Monday 18 February 2013

Hadaka Matsuri (Or Naked Man Festival) - 裸祭り

I've done some pretty crazy things in my life. I've eaten snake. I've jumped in a hole in an icy lake. I've stroked a full grown wild tiger. But my recent escapade goes right up there with the others, if not eclipses them. I took part in the most insane festival possible to imagine. I took part in the Hadaka Matsuri 裸祭り!

Imagine this: 9,000 semi-naked men running through the streets, on a bitterly cold February night, wearing nothing but a small Japanese style loin cloth (A Fundoshi フンドシ) and traditional socks (Tabi 足袋) and your still not even close to the full madness. All these men are then paraded around the streets chanting themselves into a frenzy while people throw freezing cold water on them.


They are then funnelled into a small alley where police stand firm and female onlookers are whipping up a frenzy of their own, until you reach the grounds of Saidaiji temple (西大寺). Here they are 'cleansed' with a pool of freezing water, just over waist high (Not forgetting your only wearing a loin cloth and a pair of socks on a cold night, outside). The parade then takes you around the temple its self where more onlookers cheer and high-five you. You are blessed for good luck and then you enter 'the arena!' Here, you must wait, patiently, naked, wet, in the cold, for... ...wait for it.... ...sticks.

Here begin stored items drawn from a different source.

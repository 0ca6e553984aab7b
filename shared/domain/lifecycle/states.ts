export const SLING_STATES = [
  'received',
  'in_service',
  'held',
  'sent_for_evaluation',
  'returned',
  'destroyed',
  'lost',
  'departed',
] as const;
export type SlingState = (typeof SLING_STATES)[number];

export interface StateFacts {
  /** The word that always stands beside colour and shape. */
  word: string;
  /** What the state means for a person who holds the sling. */
  meaning: string;
  isTerminal: boolean;
}

export const STATE_FACTS = {
  received: {
    word: 'Received',
    meaning: 'On the books; not used before its initial inspection has passed.',
    isTerminal: false,
  },
  in_service: { word: 'In service', meaning: 'Identified and passed.', isTerminal: false },
  held: { word: 'Held', meaning: 'Removed from service, in quarantine.', isTerminal: false },
  sent_for_evaluation: {
    word: 'Sent for evaluation',
    meaning: 'With its maker or a qualified repairer.',
    isTerminal: false,
  },
  returned: {
    word: 'Returned',
    meaning: 'Back from evaluation; not used before it is inspected again.',
    isTerminal: false,
  },
  destroyed: { word: 'Destroyed', meaning: 'Made unusable.', isTerminal: true },
  lost: {
    word: 'Lost',
    meaning: 'Written off as not found. If you hold it in your hands, it comes back as held.',
    isTerminal: false,
  },
  departed: { word: 'Departed', meaning: 'No longer this store’s sling.', isTerminal: true },
} as const satisfies Record<SlingState, StateFacts>;

export const CUSTODY_KINDS = [
  'in_store',
  'issued',
  'cage',
  'evaluator',
  'in_transit',
  'unknown',
  'none',
] as const;
export type CustodyKind = (typeof CUSTODY_KINDS)[number];

export const CUSTODY_NAMES = {
  in_store: 'In store',
  issued: 'Issued to a crew',
  cage: 'In a cage',
  evaluator: 'With the evaluator',
  in_transit: 'Between sites',
  unknown: 'Whereabouts unknown',
  none: 'No longer here',
} as const satisfies Record<CustodyKind, string>;

export const LOCATION_PURPOSES = ['rack', 'cage', 'counter', 'look_over', 'goods_in'] as const;
export type LocationPurpose = (typeof LOCATION_PURPOSES)[number];
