import type { Role } from '../access/roles';
import type { CertificateBasis, MakersTag } from '../slings/kinds';
import type { KindAndSpec, RatedLoads } from '../slings/spec';
import type { HoldReason } from './reasons';
import type { CustodyKind, SlingState } from './states';

/** What may be wrong, in words for a person; `rule` is stable for programs. */
export interface Unmet {
  rule: string;
  message: string;
}

export interface OpenReason {
  id: number;
  code: HoldReason;
  confirmed: boolean;
  /** Null when the system placed it. */
  placedBy: number | null;
  /** Place in the sling's own ledger: "after" means ledger order. */
  placedSeq: number;
}

export interface InspectionFact {
  id: number;
  type: 'initial' | 'frequent' | 'periodic' | 'release';
  inspectorId: number;
  seq: number;
  verdict: 'pass' | 'refer' | 'reject';
  isComplete: boolean;
}

export const EVALUATION_OUTCOMES = ['fit', 'repaired', 'unfit', 'not_examined', 'destroyed'] as const;
export type EvaluationOutcome = (typeof EVALUATION_OUTCOMES)[number];

export const SHIPMENT_PURPOSES = ['evaluate', 'repair', 'destroy', 'fittings'] as const;
export type ShipmentPurpose = (typeof SHIPMENT_PURPOSES)[number];

/** The line of the last shipment that took the sling out. */
export interface EvaluationFact {
  lineId: number;
  purpose: ShipmentPurpose;
  outcome: EvaluationOutcome | null;
  hasReport: boolean;
  repairer: string | null;
  proofLoadKg: number | null;
  /** Rated loads that the evaluator gives, when they are not the old ones. */
  ratedLoads: RatedLoads | null;
  hasDestructionCertificate: boolean;
}

/** All that the lifecycle rules look at, for one sling. Sequence numbers are the sling's own ledger order. */
export interface LifecycleFacts {
  sling: KindAndSpec;
  state: SlingState;
  condemned: boolean;
  condemnedBy: number | null;
  ownerKind: 'own' | 'hired';
  makersTag: MakersTag;
  ratedLoads: RatedLoads;
  hasLiveLabel: boolean;
  certificates: readonly { basis: CertificateBasis; loadKg: number | null; seq: number }[];
  openReasons: readonly OpenReason[];
  inspections: readonly InspectionFact[];
  lastInServiceSeq: number | null;
  lastSentSeq: number | null;
  cameBackSeq: number | null;
  evaluation: EvaluationFact | null;
  custody: CustodyKind;
  nextDueOn: string | null;
  discardOn: string | null;
  offHireOn: string | null;
}

export interface Actor {
  id: number;
  roles: readonly Role[];
  /** The designation that covers this sling's kind today; null when none does or it has lapsed. */
  designation: { isQualified: boolean } | null;
}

The aim of the game is to complete with the 9,000 other naked men for one of two stick filled with incense, trying not to be; beaten, full down the steps to the temple, crushed, wrestled to the ground or trodden on, in the process. If you are lucky enough to survive this gauntlet with sticks in hand, you will achieve hero like status, as well as being blessed for a year and a substantial cash price!

This is what I did. Not the hero like status, blessed, cash rich part; the attempting part to become the former. Loin clothed, wet and cold in the streets of Japan, wrestling with others for a glimpse of stick. It was nothing short of total insanity and carnage. I have on occasion defend the 'Japanese people are crazy' stereotype, but after this I don't have a leg to stand on.

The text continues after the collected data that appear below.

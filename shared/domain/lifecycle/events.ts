import { ACTION_FACTS, SLING_ACTIONS, type SlingAction } from './actions';
import { SLING_STATES, type SlingState } from './states';

/** Ledger rows that record something on a sling without changing its state. */
export const RECORD_EVENTS = [
  'edited',
  'corrected',
  'certificate_added',
  'photo_added',
  'label_printed',
  'label_voided',
  'label_confirmed',
  'inspected',
  'damage_reported',
  'moved',
  'outcome_recorded',
] as const;
export type RecordEvent = (typeof RECORD_EVENTS)[number];
export type LedgerEventType = SlingAction | RecordEvent | 'registered';

export const EVENT_NAMES = {
  registered: 'Registered',
  edited: 'Notes or home changed',
  corrected: 'Record corrected',
  certificate_added: 'Certificate put on file',
  photo_added: 'Photo added',
  label_printed: 'Label printed',
  label_voided: 'Label voided',
  label_confirmed: 'Label confirmed on the sling',
  inspected: 'Inspected',
  damage_reported: 'Damage reported',
  moved: 'Moved',
  outcome_recorded: 'Evaluator’s outcome recorded',
  accept: 'Accepted into service',
  hold: 'Held',
  secure: 'Brought to a cage',
  release: 'Released into service',
  condemn: 'Condemned',
  withdraw_as_error: 'Withdrawn as error',
  send: 'Sent to an evaluator',
  receive_back: 'Received back',
  return_to_service: 'Returned to service',
  destroy: 'Destroyed',
  destroyed_by_evaluator: 'Destroyed by the evaluator',
  report_lost: 'Reported lost',
  found: 'Found',
  depart: 'Left the store',
} as const satisfies Record<LedgerEventType, string>;

export interface LedgerTransition {
  type: LedgerEventType;
  from: SlingState | null;
  fromCondemned: boolean;
  to: SlingState;
  toCondemned: boolean;
}

/** Every (event, from, to) that a ledger row may carry: the database keeps this list and refuses all others. */
export function listLedgerTransitions(): LedgerTransition[] {
  const rows: LedgerTransition[] = [
    { type: 'registered', from: null, fromCondemned: false, to: 'received', toCondemned: false },
    // An outcome that arrives after the sling came back has the effect it would have had then.
    { type: 'outcome_recorded', from: 'held', fromCondemned: false, to: 'returned', toCondemned: false },
  ];
  for (const type of SLING_ACTIONS) {
    for (const transition of ACTION_FACTS[type].transitions) {
      for (const condemned of [false, true]) {
        if (transition.fromCondemned === 'never' && condemned) continue;
        if (transition.fromCondemned === 'only' && !condemned) continue;
        const toCondemned =
          transition.condemnedAfter === 'set' || (transition.condemnedAfter === 'keep' && condemned);
        rows.push({ type, from: transition.from, fromCondemned: condemned, to: transition.to, toCondemned });
      }
    }
  }
  for (const type of RECORD_EVENTS) {
    for (const state of SLING_STATES) {
      for (const condemned of [false, true]) {
        rows.push({ type, from: state, fromCondemned: condemned, to: state, toCondemned: condemned });
      }
    }
  }
  return rows;
}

There were countdowns to the dropping of the sticks and once it reached a minute before, the tension and atmosphere was electric. Just before the sticks were dropped, the lights went out, something of which I had no idea.

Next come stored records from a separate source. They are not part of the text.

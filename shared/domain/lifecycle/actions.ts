import type { Role } from '../access/roles';
import type { SlingState } from './states';

export const SLING_ACTIONS = [
  'accept',
  'hold',
  'secure',
  'release',
  'condemn',
  'withdraw_as_error',
  'send',
  'receive_back',
  'return_to_service',
  'destroy',
  'destroyed_by_evaluator',
  'report_lost',
  'found',
  'depart',
] as const;
export type SlingAction = (typeof SLING_ACTIONS)[number];

export interface Transition {
  from: SlingState;
  to: SlingState;
  /** May it start from a condemned sling? */
  fromCondemned: 'never' | 'also' | 'only';
  /** Is the sling condemned afterwards? `keep`: as it was. */
  condemnedAfter: 'keep' | 'set' | 'end';
}

export interface ActionFacts {
  name: string;
  by: readonly Role[];
  transitions: readonly Transition[];
}

const store = ['storekeeper', 'inspector', 'manager'] as const;

/** Every way a state ever changes (product design, section 4). The server enforces it, the database repeats it, the client shows it. */
export const ACTION_FACTS = {
  accept: { name: 'Accept into service', by: ['inspector'], transitions: [go('received', 'in_service')] },
  hold: {
    name: 'Hold',
    by: store,
    transitions: [
      go('received', 'held'),
      go('in_service', 'held'),
      go('returned', 'held'),
      stay('held'),
      // Removing from service is possible whatever the state (rule 1): away it adds a reason, lost it is found.
      stay('sent_for_evaluation'),
      { from: 'lost', to: 'held', fromCondemned: 'also', condemnedAfter: 'keep' },
    ],
  },
  secure: { name: 'Bring to a cage', by: store, transitions: [stay('held')] },
  release: { name: 'Release into service', by: ['inspector'], transitions: [go('held', 'in_service')] },
  condemn: {
    name: 'Condemn',
    by: ['manager'],
    transitions: [{ from: 'held', to: 'held', fromCondemned: 'never', condemnedAfter: 'set' }],
  },
  withdraw_as_error: {
    name: 'Withdraw as error',
    by: ['manager'],
    transitions: [stay('held'), { from: 'held', to: 'held', fromCondemned: 'only', condemnedAfter: 'end' }],
  },
  send: {
    name: 'Send to an evaluator',
    by: ['manager'],
    transitions: [carry('held', 'sent_for_evaluation')],
  },
  receive_back: {
    name: 'Receive back',
    by: store,
    transitions: [go('sent_for_evaluation', 'returned'), carry('sent_for_evaluation', 'held')],
  },
  return_to_service: {
    name: 'Return to service',
    by: ['inspector'],
    transitions: [go('returned', 'in_service')],
  },
  destroy: {
    name: 'Destroy',
    by: store,
    transitions: [{ from: 'held', to: 'destroyed', fromCondemned: 'only', condemnedAfter: 'keep' }],
  },
  destroyed_by_evaluator: {
    name: 'Destroyed by the evaluator',
    by: ['manager'],
    transitions: [carry('sent_for_evaluation', 'destroyed')],
  },
  report_lost: {
    name: 'Report lost',
    by: ['manager'],
    transitions: [
      go('received', 'lost'),
      go('in_service', 'lost'),
      carry('held', 'lost'),
      carry('sent_for_evaluation', 'lost'),
      go('returned', 'lost'),
    ],
  },
  found: { name: 'Found', by: store, transitions: [carry('lost', 'held')] },
  depart: {
    name: 'Leave the store',
    by: ['manager'],
    transitions: [
      go('received', 'departed'),
      go('in_service', 'departed'),
      go('returned', 'departed'),
      go('held', 'departed'),
    ],
  },
} as const satisfies Record<SlingAction, ActionFacts>;

function go(from: SlingState, to: SlingState): Transition {
  return { from, to, fromCondemned: 'never', condemnedAfter: 'keep' };
}
function carry(from: SlingState, to: SlingState): Transition {
  return { from, to, fromCondemned: 'also', condemnedAfter: 'keep' };
}
function stay(state: SlingState): Transition {
  return carry(state, state);
}

/** Does this transition start from a sling in this state? */
export function startsFrom(transition: Transition, state: SlingState, condemned: boolean): boolean {
  if (transition.from !== state) return false;
  if (transition.fromCondemned === 'never') return !condemned;
  return transition.fromCondemned === 'also' || condemned;
}

/** Is the action in the table at all for a sling in this state, whoever asks? */
export function isInTable(action: SlingAction, state: SlingState, condemned: boolean): boolean {
  return ACTION_FACTS[action].transitions.some((transition) => startsFrom(transition, state, condemned));
}

/** The actions that the table holds for this state, for a refusal's `allowed`. */
export function actionsFrom(state: SlingState, condemned: boolean): SlingAction[] {
  return SLING_ACTIONS.filter((action) => isInTable(action, state, condemned));
}

export function isSlingAction(value: string): value is SlingAction {
  return (SLING_ACTIONS as readonly string[]).includes(value);
}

Managing to survive the cold and I made my way up the steps to the temple, where pushing serge which caused men to topple down the stairs head-over-heals, one on top of another like human dominos. Having made it to the top of the stairs I narrowly avoided such doom on more than one occasion, hit the deck to prevent a slinky affect and digging my feet in while grab hold of the nearest free Japanese mans limb, seemed to fair me well. Once I squeezed my way in to the human bait ball, the all new danger of being crushed to death became all too realistic. With men more tightly compacted than a Tokyo commuter train, it was hard to breath and I was even unable to move an arm it was so densely packed. I couldn't and I'm not sure I would have even wanted to make it close to the epicentre of the riot, where I presume the sticks were, but I'm told warmth from the shared body heat is so intense it is like the hottest sauna.


This battle lasted for over an hour, with the sticks moved and fought over in big huddles until they reached their final destination and the event was over. Naked man roamed the streets and disappeared into the night, as did I; confused, shocked, cold and tired. If someone asks me “Are Japanese people really that crazy?” again, I will refer them to the Hadaka Matsuri.